Records to use START
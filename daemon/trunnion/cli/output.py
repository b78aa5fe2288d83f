"""What a command says: tables for people, JSON alone on standard output, the rest on stderr."""

import json
import os
import sys
from collections.abc import Callable, Iterable, Iterator, Mapping, Sequence
from contextlib import contextmanager
from typing import Literal, TypeVar

from trunnion.sky.instants import format_utc

Item = TypeVar("Item")

_WIDTH_WITHOUT_TERMINAL = 160


def print_json(value: object) -> None:
    """Print a value as JSON; a number that is not finite is a mistake of ours, and raises."""
    print_text(json.dumps(value, indent=2, ensure_ascii=False, allow_nan=False))


def print_text(text: str) -> None:
    """Print the result of a command as it is."""
    sys.stdout.write(text.removesuffix("\n") + "\n")


def print_table(title: str, columns: Sequence[str], rows: Iterable[Sequence[str]]) -> None:
    """Print rows under their columns; a column whose name ends in a unit in brackets is numeric.

    As wide as the terminal; elsewhere as wide as `COLUMNS` says, or wide enough for most.
    """
    from rich.box import SIMPLE_HEAD
    from rich.console import Console
    from rich.table import Table
    from rich.text import Text

    table = Table(box=SIMPLE_HEAD, padding=(0, 1, 0, 0), pad_edge=False, show_edge=False)
    for column in columns:
        justify: Literal["left", "right"] = "right" if column.endswith("]") else "left"
        table.add_column(Text(column), justify=justify, overflow="fold")
    for row in rows:
        table.add_row(*map(Text, row))
    is_width_known = sys.stdout.isatty() or "COLUMNS" in os.environ
    width = None if is_width_known else _WIDTH_WITHOUT_TERMINAL
    console = Console(file=sys.stdout, width=width)
    console.print(Text(title, "bold"), soft_wrap=True)
    console.print(table)


def say(message: str) -> None:
    """Tell the user something that is not the result, on standard error."""
    sys.stderr.write(f"{message}\n")


@contextmanager
def progress(label: str, total: float) -> Iterator[Callable[[float], None]]:
    """Show a bar on standard error while something long goes on, if it is a terminal.

    What is yielded takes how much more is done, in the unit of the total.
    """
    if not sys.stderr.isatty():
        yield lambda _: None
        return
    from rich.console import Console
    from rich.progress import Progress

    with Progress(console=Console(stderr=True), transient=True) as bar:
        task = bar.add_task(label, total=total)
        yield lambda more: bar.advance(task, more)


def moment(utc_s: float | None) -> str:
    """Return UTC for a table whose column says so, to the second where it is a whole one."""
    if utc_s is None:
        return "–"
    digits = 0 if utc_s == int(utc_s) else 3
    return format_utc(utc_s, digits).removesuffix("Z").replace("T", " ")


def number(value: float | None, digits: int) -> str:
    """Return a number for a table; a dash stands for none."""
    return "–" if value is None else f"{value:.{digits}f}"


def flattened(value: Mapping[str, object], above: str = "") -> Iterator[tuple[str, str]]:
    """Yield the names and the words of a nested result, for a table of two columns."""
    for key, inner in value.items():
        name = f"{above}{_in_words(key)}"
        if isinstance(inner, Mapping):
            yield from flattened(inner, f"{name}: ")
        elif isinstance(inner, list):
            yield name, "; ".join(map(_word, inner)) or "none"
        else:
            yield name, _word(inner)


_UNITS = (("_m_s", "m/s"), ("_deg", "°"), ("_km", "km"), ("_s", "s"))
"""Endings of keys, the longer before the shorter, and how their units are written."""


def _in_words(key: str) -> str:
    """Return a key as people read it: `reading_age_s` is "reading age [s]"."""
    for ending, unit in _UNITS:
        if key.endswith(ending):
            return f"{key.removesuffix(ending).replace('_', ' ')} [{unit}]"
    return key.replace("_", " ")


def _word(value: object) -> str:
    if isinstance(value, bool):
        return "yes" if value else "no"
    if isinstance(value, float):
        return f"{value:.3f}"
    return "none" if value is None else str(value)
Records to use END
- [Action item]:
Copy out every line of the data that includes "What".

- [Output for this task]:
"""What a command says: tables for people, JSON alone on standard output, the rest on stderr."""
    What is yielded takes how much more is done, in the unit of the total.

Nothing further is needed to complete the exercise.